And how I could have overloaded the stick vacuum
charger and like melted it and possibly like caught shit on fire in the closet.
Ooh boy, that's the big scary thing about messing with your own electric is the
what if this melts in the wall or something?
Here's the lesson. The big takeaway from this whole thing was not that I'm an idiot.
That's just one of the lessons of every episode of Greatest Gen. That's a given.
It's that one of the wires was was mislabeled. You know you get your your black and your white
He actually took out a marker and and drew on the wire that should have had a black line on it
because it didn't and so and so I miswired the switched the plug
I'm sure this is driving our professional
Electricians crazy whoever's listening. I'm explaining all of this wrong, but my point is I all of the tradesmen and the audience are
Screaming at their pod catcher tradesmen for whom we have the utmost respect then and now,
but he was like, yeah, this was.
Now more than ever, I feel like,
because this is one of those things
that just reveals how much you don't know, you don't know.

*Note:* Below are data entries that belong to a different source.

"""Crack length from elastic compliance, and compliance from crack length.

C(T): the ASTM E647 polynomial in u = [(E·B_e·V/P)^½ + 1]⁻¹ for the front face (X/W = −0.25)
and the load line (X/W = 0), with the Saxena–Hudak load-line expression for the inverse and a
numerical inverse of the front-face polynomial.  Other shapes and measuring points: the
load-point compliance from the stress intensity solution by Castigliano's theorem (energy
release rate G = K²/E' = (P²/2B_N)·dC/da per crack tip), anchored at the first reading.

Units: P [N], V [mm], compliance [mm/N], E [MPa], B [mm], a [mm].

References
----------
.. [1] ASTM E647, Standard Test Method for Measurement of Fatigue Crack Growth Rates, §A1
   (C(T) compliance coefficients; from memory, docs/references.md R5).
.. [2] Saxena, A., Hudak, S. J., "Review and extension of compliance information for common
   crack growth specimens", Int. J. Fract. 14 (1978) 453–468.
.. [3] Tada, H., Paris, P. C., Irwin, G. R., *The Stress Analysis of Cracks Handbook*, 3rd ed.
   (2000), Part I: compliance from K by Castigliano's theorem, dC/da = 2·B_N·(K/P)²/E' per tip.
.. [4] ASTM E1820, Annex A2: effective thickness B_e = B − (B − B_N)²/B for side grooves.
"""

from __future__ import annotations

import numpy as np

from cycj.errors import ValidityRangeError

#: E647 C(T) coefficients C0..C5 of a/W = Σ C_i u^i, by measuring point (X/W from the load line)
E647_CT_COEFFICIENTS = {
    "front-face": (1.0010, -4.6695, 18.460, -236.82, 1214.9, -2143.6),  # V_0, X/W = −0.25
    "load-line": (1.000196, -4.06319, 11.242, -106.043, 464.335, -650.677),  # V_LL (E1820)
}
#: a/W range of the E647 C(T) compliance expressions
E647_CT_RANGE = (0.2, 0.975)


def effective_thickness(thickness, net_thickness):
    """Effective thickness for compliance, B_e = B − (B − B_N)²/B [mm] (ASTM E1820 A2)."""
    b, bn = float(thickness), float(net_thickness)
    if not (b > 0 and 0 < bn <= b):
        raise ValidityRangeError("need B > 0 and 0 < B_N ≤ B")
    return b - (b - bn) ** 2 / b


def e647_ct_crack_ratio(normalised_compliance, location="load-line"):
    """a/W of a C(T) specimen from E·B_e·V/P (ASTM E647).

    Parameters
    ----------
    normalised_compliance : array_like, E·B_e·V/P (dimensionless), > 0
    location : ``"front-face"`` (X/W = −0.25) or ``"load-line"`` (X/W = 0)

    Returns
    -------
    ndarray, a/W; valid for 0.2 ≤ a/W ≤ 0.975 (values outside are returned; callers check).

    Notes
    -----
    u = [(E·B_e·V/P)^½ + 1]⁻¹,  a/W = C0 + C1u + C2u² + C3u³ + C4u⁴ + C5u⁵.

    References
    ----------
    .. [1] ASTM E647, Annex A1 (coefficients from memory, docs/references.md R5).
    """
    if location not in E647_CT_COEFFICIENTS:
        raise ValueError(
            f"unknown measuring point {location!r}; expected one of "
            + ", ".join(E647_CT_COEFFICIENTS)
        )
    x = np.asarray(normalised_compliance, float)
    with np.errstate(invalid="ignore"):
        u = 1.0 / (np.sqrt(np.where(x > 0, x, np.nan)) + 1.0)
    c = E647_CT_COEFFICIENTS[location]
    return ((((c[5] * u + c[4]) * u + c[3]) * u + c[2]) * u + c[1]) * u + c[0]


def saxena_hudak_load_line(alpha):
    """E·B_e·V_LL/P of a C(T) specimen at a/W = ``alpha`` (0.2 ≤ α ≤ 0.975).

    Notes
    -----
    E·B·V_LL/P = [(1+α)/(1−α)]²·(2.1630 + 12.219α − 20.065α² − 0.9925α³ + 20.609α⁴ − 9.9314α⁵).

    References
    ----------
    .. [1] Saxena & Hudak, Int. J. Fract. 14 (1978) 453 (docs/references.md R5).
    """
    a = _ct_alpha(alpha)
    poly = 2.1630 + a * (12.219 + a * (-20.065 + a * (-0.9925 + a * (20.609 - 9.9314 * a))))
    return ((1 + a) / (1 - a)) ** 2 * poly


def e647_ct_normalised_compliance(alpha, location="load-line"):
    """E·B_e·V/P of a C(T) specimen at a/W = ``alpha``: the inverse of
    :func:`e647_ct_crack_ratio` (Saxena–Hudak for the load line; for the front face, the E647
    polynomial inverted in u by bisection, monotone on 0.2 ≤ α ≤ 0.975).

    References
    ----------
    .. [1] ASTM E647 Annex A1; Saxena & Hudak (1978).
    """
    a = _ct_alpha(alpha)
    if location == "load-line":
        return saxena_hudak_load_line(a)
    if location not in E647_CT_COEFFICIENTS:
        raise ValueError(f"unknown measuring point {location!r}")
    c = E647_CT_COEFFICIENTS[location]
    lo = np.full(np.shape(a), 0.005)  # u small ⇒ a/W near 1
    hi = np.full(np.shape(a), 0.5)  # u large ⇒ a/W small
    for _ in range(60):  # a/W decreases with u on this interval
        mid = 0.5 * (lo + hi)
        f = ((((c[5] * mid + c[4]) * mid + c[3]) * mid + c[2]) * mid + c[1]) * mid + c[0]
        lo = np.where(f > a, mid, lo)
        hi = np.where(f > a, hi, mid)
    u = 0.5 * (lo + hi)
    return (1.0 / u - 1.0) ** 2


def _ct_alpha(alpha):
    a = np.asarray(alpha, float)
    lo, hi = E647_CT_RANGE
    if np.any(~((a >= lo - 1e-9) & (a <= hi + 1e-9))):
        raise ValidityRangeError(f"a/W outside the E647 C(T) compliance range {lo}–{hi}")
    return a


def castigliano_compliance_table(geometry, e_prime, n_points=400, tips=1):
    """Crack-dependent part of the load-point compliance, ΔC(a) = C(a) − C(a_lo) [mm/N].

    Parameters
    ----------
    geometry : cycj.geometry.Geometry with a force-based nominal stress
    e_prime : float [MPa], E (plane stress) or E/(1−ν²)
    n_points : grid size over the geometry's validity range
    tips : crack tips that grow (2 for a centre crack of half-length a)

    Returns
    -------
    (a_grid [mm], dC [mm/N]), increasing.

    Notes
    -----
    G·B_N·da·tips = ½P²·dC  with G = K²/E'  ⇒  dC/da = 2·tips·B_N·(K/P)²/E', integrated by the
    trapezoidal rule.  The uncracked-body and gauge part C(a_lo) is not known from K; callers
    anchor it at a reading of known crack length.

    References
    ----------
    .. [1] Tada, Paris & Irwin, *The Stress Analysis of Cracks Handbook* (2000), Part I
       (compliance from the stress intensity factor, Castigliano's theorem).
    """
    lo, hi = geometry.size_limits
    lo = max(lo, 1e-3 * hi)
    a = np.linspace(lo, hi, n_points)
    k_per_p = geometry.k_over_s(a) * geometry.nominal_stress_per_force()  # [mm^-1.5]
    bn = geometry.dims["net_thickness"]
    slope = 2.0 * tips * bn * k_per_p**2 / e_prime
    dc = np.concatenate([[0.0], np.cumsum(0.5 * (slope[1:] + slope[:-1]) * np.diff(a))])
    return a, dc


def crack_from_table(compliance, a_grid, c_grid):
    """Invert a monotone compliance table: crack length [mm] (NaN outside the table)."""
    c = np.asarray(compliance, float)
    out = np.interp(c, c_grid, a_grid, left=np.nan, right=np.nan)
    return out


#: X/W of each C(T) measuring point from the load line (negative: behind it, away from the
#: crack)
CT_POINT_X_OVER_W = {"front-face": -0.25, "load-line": 0.0}
#: plastic rotational factor of a C(T) specimen: the arms turn as rigid bodies about a point
#: r_p·(W − a) ahead of the crack tip (BS 7448-1 / ISO 12135 C(T) CTOD expression, from memory)
CT_PLASTIC_ROTATION = 0.46


def ct_plastic_displacement_ratio(alpha, location="front-face"):
    """Plastic load-line displacement per unit plastic displacement at ``location`` of a C(T)
    specimen, for a/W = ``alpha`` (dimensionless).

    The plastic part of the displacement comes from the arms turning about a hinge
    r_p·(W − a) ahead of the crack tip, so it scales with the distance from the hinge:
    V_pl,LL / V_pl,X = (a/W + r_p·(1 − a/W)) / (a/W + r_p·(1 − a/W) − X/W), r_p = 0.46.
    The elastic ratio (the E647 compliances) differs: at a/W = 0.5 it is 0.675 against 0.745
    for the plastic one, so scaling a front-face plastic area by the elastic ratio reads ΔJ_pl
    about 9 % low.  Valid for deep cracks, 0.45 ≤ a/W ≤ 0.7 per the CTOD expression (used
    from 0.2 here with that caution).

    References
    ----------
    .. [1] BS 7448-1:1991 and ISO 12135:2002, C(T) CTOD: δ_pl = r_p·(W − a)·V_p /
       (r_p·(W − a) + a + z) with r_p = 0.46 (from memory, docs/references.md R35).
    """
    if location not in CT_POINT_X_OVER_W:
        raise ValueError(
            f"unknown measuring point {location!r}; expected one of " + ", ".join(CT_POINT_X_OVER_W)
        )
    alpha = np.asarray(alpha, float)
    hinge = alpha + CT_PLASTIC_ROTATION * (1.0 - alpha)
    return hinge / (hinge - CT_POINT_X_OVER_W[location])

And I was like, yeah, you know what I didn't do?
I didn't open up the light on the ceiling.
And opening up the light on the ceiling and opening up the light on the ceiling
would have confirmed the wire that I was known
was one thing that was the other.
So he was very nice.
He was like, yeah, you know, you did find otherwise.
He's like, they're there, they're there.
Yeah, when you're a homeowner,
you must prepare yourself for great embarrassment in front of your laborer.
When you try to do things yourself.
And that was me.
This is another instance of homeowner embarrassment.
Yeah, wow.
I have hesitated to embark on any electrical project
more advanced than replace broken switch cover, you know, so far.
But there's a couple of things that I've been thinking about.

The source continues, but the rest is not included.